===== Records for the exercise

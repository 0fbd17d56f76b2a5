"""Pins, plates about pins, and buckling curves of EN 1993 against published values.

Sources
-------
EN 1993-1-8 (2005), Tables 3.9 and 3.10, Figure 3.11, as quoted in published copies; numbers worked from them apart.
A calculation sheet "Pin connection dimensioning as per Eurocode" (scribd document 406810866): pin of 16 mm, fyp 235,
fup 360 MPa: Wel 402.124 mm³, shear 35 kN a plane.
EN 1993-1-1 (2005), Table 6.1 (imperfection factors) and the buckling curves c and d as tabulated in handbooks (χ from
memory).
"""

from __future__ import annotations

import pytest
from rule_states import STEEL, make_hole, make_pin

from rigdesign.hardware.model import Material
from rigdesign.hardware.rules.common import round_modulus
from rigdesign.hardware.rules.en.bars import CURVE_D, reduction
from rigdesign.hardware.rules.en.pins import bearing, dishing, fracture, net_tension, pin_bending, pin_both, pin_shear
from rigdesign.hardware.rules.en.rods import CURVE_C

PIN = Material("a pin", (1.0,), (640e6,), (800e6,), 210e9, 7850.0, "EN 1993-1-8, Table 3.1, class 8.8")
STATE = make_pin(load=100e3, pin=0.030, material=PIN, inner=0.020, outer=0.010, gap=0.002)


def test_table_3_10_pin():
    """F 100 kN, a 10, b 20, c 2, d 30 mm; γM0 1.0, γM2 1.25; the factor on loads is in F already."""
    bending, shear, both = pin_bending(STATE, 1.0), pin_shear(STATE, 1.0), pin_both(STATE, 1.0)
    assert bending.value == pytest.approx(600.0, abs=1e-9)
    assert bending.limit == pytest.approx(2544.690, abs=5e-4)
    assert shear.value == pytest.approx(50e3)
    assert shear.limit / 1e3 == pytest.approx(271.434, abs=5e-4)
    assert {name: value for name, value, _ in both.working}["sum of squares"] == pytest.approx(0.0895269, abs=5e-8)
    assert both.utilisation == pytest.approx(0.0895269**0.5, abs=1e-7)


def test_table_3_10_bearing():
    """Fb,Rd = 1.5 t d fy/γM0 of the inner plate, 20 mm of fy 345 (over 16 mm): 310.5 kN."""
    assert bearing(make_hole(count=1, thickness=0.020, pin=0.030, hole=0.031), 1.0).limit / 1e3 == pytest.approx(310.5)


def test_a_published_sheet():
    """Wel and the shear resistance, to the figures printed (35 kN)."""
    pin = make_pin(load=5e3, pin=0.016, material=Material("S235", (1.0,), (235e6,), (360e6,), 210e9, 7850.0, ""))
    assert round_modulus(0.016) * 1e9 == pytest.approx(402.124, abs=5e-4)
    assert pin_shear(pin, 1.0).limit / 1e3 == pytest.approx(35, abs=0.5)


@pytest.mark.parametrize("load", [40e3, 90e3])
def test_table_3_9_type_a(load):
    """A plate of exactly the least a and c that Table 3.9 asks for is used to the full."""
    t, d0, fy = 0.010, 0.0255, 355e6
    a, c = load / (2 * t * fy) + 2 * d0 / 3, load / (2 * t * fy) + d0 / 3
    plate = make_hole(load=load, count=1, side=c, beyond=a)
    assert fracture(plate, 1.0).utilisation == pytest.approx(1.0, rel=1e-12)
    assert net_tension(plate, 1.0).utilisation == pytest.approx(1.0, rel=1e-12)


def test_table_3_9_thickness():
    """t ≥ 0.7 √(F γM0/fy): 72.449 kN for 10 mm of S355; two plates bear twice that."""
    assert dishing(make_hole(count=1, material=STEEL), 1.0).limit / 1e3 == pytest.approx(72.449, abs=5e-4)
    assert dishing(make_hole(count=2, material=STEEL), 1.5).limit / 1e3 == pytest.approx(144.898, abs=1e-3)


@pytest.mark.parametrize(
    ("slenderness", "curve", "chi"),
    [
        (0.5, CURVE_C, 0.8430),
        (1.0, CURVE_C, 0.5399),
        (2.0, CURVE_C, 0.1962),
        (0.5, CURVE_D, 0.7793),
        (1.0, CURVE_D, 0.4671),
        (2.0, CURVE_D, 0.1766),
    ],
)
def test_buckling_curves(slenderness, curve, chi):
    """To the four figures that tables print (from memory)."""
    assert reduction(slenderness, curve) == pytest.approx(chi, abs=5e-5)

==========

Exactly the lines from the one containing "the four figures" through the last line of the records are to be transcribed, both endpoints included.

**Exercise result**
    """To the four figures that tables print (from memory)."""
    assert reduction(slenderness, curve) == pytest.approx(chi, abs=5e-5)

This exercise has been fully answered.